Monaural singing voice separation task focuses on the prediction of the singing voice from a single channel music mixture signal. Current state of the art (SOTA) results in monaural singing voice separation are obtained with deep learning based methods. In this work we present a novel deep learning based method that learns long-term temporal patterns and structures of a musical piece. We build upon the recently proposed Masker-Denoiser (MaD) architecture and we enhance it with the Twin Networks, a technique to regularize a recurrent generative network using a backward running copy of the network. We evaluate our method using the Demixing Secret Dataset and we obtain an increment to signal-to-distortion ratio (SDR) of 0.37 dB and to signal-to-interference ratio (SIR) of 0.23 dB, compared to previous SOTA results.

GitHub Publication Online Demo

DCASE2017 Task 3: Real-life sound event detection winning method

Python implementation

Sound event detection (SED) is the task of recognizing the sound events and their respective temporal start and end time in a recording. Sound events in real life do not always occur in isolation but tend to considerably overlap with each other. Recognizing such overlapping sound events is referred as polyphonic SED. Performing polyphonic SED using mono-channel audio is a challenging task. These overlapping sound events can potentially be recognized better with multichannel audio. The proposed MSEDnet intends to do polyphonic SED using multichannel audio. MSEDnet was first proposed in 'Sound event detection using spatial features and convolutional recurrent neural network'. It recently won the DCASE 2017 real-life sound event detection. We are releasing a simple vanilla code without many frills here.

GitHub Publication DCASE2017 

Reference systems

DCASE2018 Baseline system for acoustic scene classification

This is the baseline system for the Detection and Classification of Acoustic Scenes and Events 2018 (DCASE2018) challenge's acoustic scene classification task.


DCASE2017 Baseline system

Python implementation
This is the baseline system for the Detection and Classification of Acoustic Scenes and Events 2017 (DCASE2017) challenge tasks. The baseline system is intended to lower the hurdle to participate the DCASE challenges. It provides an entry-level approach which is simple but relatively close to the state of the art systems to give reasonable performance for all the tasks. High-end performance is left for the challenge participants to find. In the baseline, one single low-level approach is shared across the tasks by application-specific extensions. The main idea of this is to show the parallelism in the tasks settings, and show how easily one can jump between tasks during the system development.

GitHub Documentation

DCASE2016 Baseline system

This is the baseline system for the Detection and Classification of Acoustic Scenes and Events 2016 (DCASE2017) challenge tasks. It is proveded in two parallel implementations (Python and Matlab) to lower the hurdle from switching from Matlab to Python.

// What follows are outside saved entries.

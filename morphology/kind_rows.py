"""What is odd about kinds. None of it changes the cable; it matters where zones choose by kind."""

from __future__ import annotations

import numpy as np

from morphology.findings import Finding, counted, listed, rows_by_kind, subject
from morphology.kinds import APICAL, AXON, BASAL, SOMA
from morphology.structure import Ints
from morphology.table import SwcTable

FORK, END, GLIA = 5, 6, 7  # codes of older files; FORK and END mark points, not neurites
MANY_CHILDREN = 8


def check_kinds(table: SwcTable) -> list[Finding]:
    """The warnings and notes on kinds of a table with at least one row."""
    checks = (_kinds, _no_dendrite, _many_children, _axon_from_dendrite, _mixed_kinds)
    return [f for f in (check(table) for check in checks) if f is not None]


def finding_at(table: SwcTable, code: str, severity: str, rows: Ints, message: str, remedy: str) -> Finding:
    """A finding on some rows, with the line of the first of them."""
    line = int(table.lines[rows].min()) if rows.size else None
    return Finding(code, severity, line, message, remedy)


def _kinds(table: SwcTable) -> Finding | None:
    every = np.arange(len(table))
    if (table.kinds == 0).all():
        message = "every row is of kind 0: soma, axon and dendrites are not told apart"
        return finding_at(
            table,
            "all-kinds-0",
            "warning",
            every,
            message,
            "Give the kinds 1 soma, 2 axon, 3 basal, 4 apical, if zones are to use them.",
        )
    if (table.kinds == GLIA).all():
        message = "every row is of kind 7: this is glia, not a neuron"
        return finding_at(
            table,
            "glia",
            "warning",
            every,
            message,
            "Use it only if the passive cable of a glial cell is what you want.",
        )
    rows = np.flatnonzero(~np.isin(table.kinds, (SOMA, AXON, BASAL, APICAL)))
    if not rows.size:
        return None
    codes = np.unique(table.kinds[rows])
    harmless = bool(np.isin(codes, (0, FORK, END)).all())
    message = f"{counted(len(rows))} of kinds without a fixed meaning ({listed(codes, 8)})"
    if np.isin(codes, (FORK, END)).any():
        message += "; 5 and 6 mark fork and end points in older files"
    remedy = "Nothing to do unless zones choose by kind: the number of the kind may be used there."
    return finding_at(table, "unknown-kind", "note" if harmless else "warning", rows, message, remedy)


def _no_dendrite(table: SwcTable) -> Finding | None:
    rows = np.flatnonzero(table.kinds == AXON)
    if not rows.size or not np.isin(table.kinds, (SOMA, AXON)).all():
        return None
    message = "every neurite is called axon: the cell has no dendrite"
    return finding_at(
        table,
        "no-dendrite",
        "warning",
        rows,
        message,
        "Check whether the dendrites were given the wrong kind.",
    )


def _many_children(table: SwcTable) -> Finding | None:
    rows = np.flatnonzero((table.child_count > MANY_CHILDREN) & (table.kinds != SOMA))
    if not rows.size:
        return None
    n, most = len(rows), table.child_count[rows].max()
    message = f"{subject(n, 'have', 'has', 'neurite row')} up to {most} children {table.named(rows)}"
    return finding_at(
        table,
        "many-children",
        "note",
        rows,
        message,
        "Check whether a soma hides there; branch points mostly have two.",
    )


def _axon_from_dendrite(table: SwcTable) -> Finding | None:
    above = np.where(table.parent >= 0, table.kinds[np.maximum(table.parent, 0)], -1)
    rows = np.flatnonzero((table.kinds == AXON) & np.isin(above, (BASAL, APICAL)))
    if not rows.size:
        return None
    message = f"an axon leaves a dendrite in {counted(len(rows), 'place')} {table.named(rows)}"
    return finding_at(table, "axon-from-dendrite", "note", rows, message, "Nothing to do if this is so in the cell.")


def _mixed_kinds(table: SwcTable) -> Finding | None:
    above = np.where(table.parent >= 0, table.kinds[np.maximum(table.parent, 0)], -1)
    here = table.kinds
    swapped = ((here == APICAL) & (above == BASAL)) | ((here == BASAL) & (above == APICAL))
    rows = np.flatnonzero(swapped | (np.isin(here, (BASAL, APICAL)) & (above == AXON)))
    if not rows.size:
        return None
    message = f"basal, apical and axon are mixed on a path at {rows_by_kind(here[rows])} {table.named(rows)}"
    return finding_at(
        table,
        "mixed-kinds",
        "warning",
        rows,
        message,
        "Correct the kinds if zones choose by kind; the cable itself is not affected.",
    )
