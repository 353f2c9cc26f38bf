"""Membrane area and cable length by path distance."""

from __future__ import annotations

from dataclasses import dataclass

import numpy as np

from morphology.tree import CellTree

BIN_UM = 50.0


@dataclass(frozen=True)
class DistanceBin:
    """What lies between two path distances from the root's centre."""

    from_um: float
    to_um: float
    area_um2: float
    length_um: float


def area_by_distance(tree: CellTree, bin_um: float = BIN_UM) -> tuple[DistanceBin, ...]:
    """Cable length and membrane area between path distances; frusta are cut where the limits fall.

    The area of a spherical soma counts in the bin of its centre.
    """
    shape = tree.shape
    edge = np.flatnonzero(shape.length_um > 0)
    start = tree.path_um[tree.parent[edge]] + shape.near[edge] * tree.edge_length_um[edge]
    length = shape.length_um[edge]
    sphere = np.flatnonzero(shape.sphere_area_um2)
    reach = max(float((start + length).max(initial=0.0)), float(tree.path_um[sphere].max(initial=0.0)))
    n = max(1, int(np.ceil(reach / bin_um - 1e-12)))
    first = np.minimum((start / bin_um).astype(np.int64), n - 1)
    last = np.clip(np.ceil((start + length) / bin_um).astype(np.int64) - 1, first, n - 1)
    pieces = last - first + 1
    owner = np.repeat(np.arange(len(edge)), pieces)
    index = first[owner] + np.arange(len(owner)) - np.repeat(np.cumsum(pieces) - pieces, pieces)
    low = np.clip((index * bin_um - start[owner]) / length[owner], 0.0, 1.0)
    high = np.clip(((index + 1) * bin_um - start[owner]) / length[owner], 0.0, 1.0)
    high = np.where(index == last[owner], 1.0, high)
    near, far = shape.radius_near_um[edge][owner], shape.radius_far_um[edge][owner]
    # area from the near end grows as the integral of the linear radius along the slant
    area = shape.area_um2[edge][owner] * (high - low) * (2 * near + (far - near) * (low + high)) / (near + far)
    areas = np.bincount(index, area, n)
    lengths = np.bincount(index, (high - low) * length[owner], n)
    centre = np.minimum((tree.path_um[sphere] / bin_um).astype(np.int64), n - 1)
    areas = areas + np.bincount(centre, shape.sphere_area_um2[sphere], n)
    return tuple(DistanceBin(k * bin_um, (k + 1) * bin_um, float(areas[k]), float(lengths[k])) for k in range(n))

GitHub (Python) GitHub (Matlab)

Toolboxes and libraries

dcase_util — utilities for DCASE related research

A collection of Python utilities for Detection and Classification of Acoustic Scenes and Events.

GitHub Documentation

sed_eval — toolbox for sound event detection system evaluation

sed_eval is an open source Python toolbox which provides a standardized, and transparent way to evaluate sound event detection systems. In addition to this, it provides tools for evaluating acoustic scene classification systems, as the fields are closely related.

GitHub Documentation

sed_vis — visualizing sound event detection output

sed_vis is an open source Python toolbox for visualizing the annotations and system outputs of sound event detection systems. It provides an event roll-type of visualizer to show annotation and/or system output along with the audio signal. The audio signal can be played and indicator bar can be used to follow the sound events.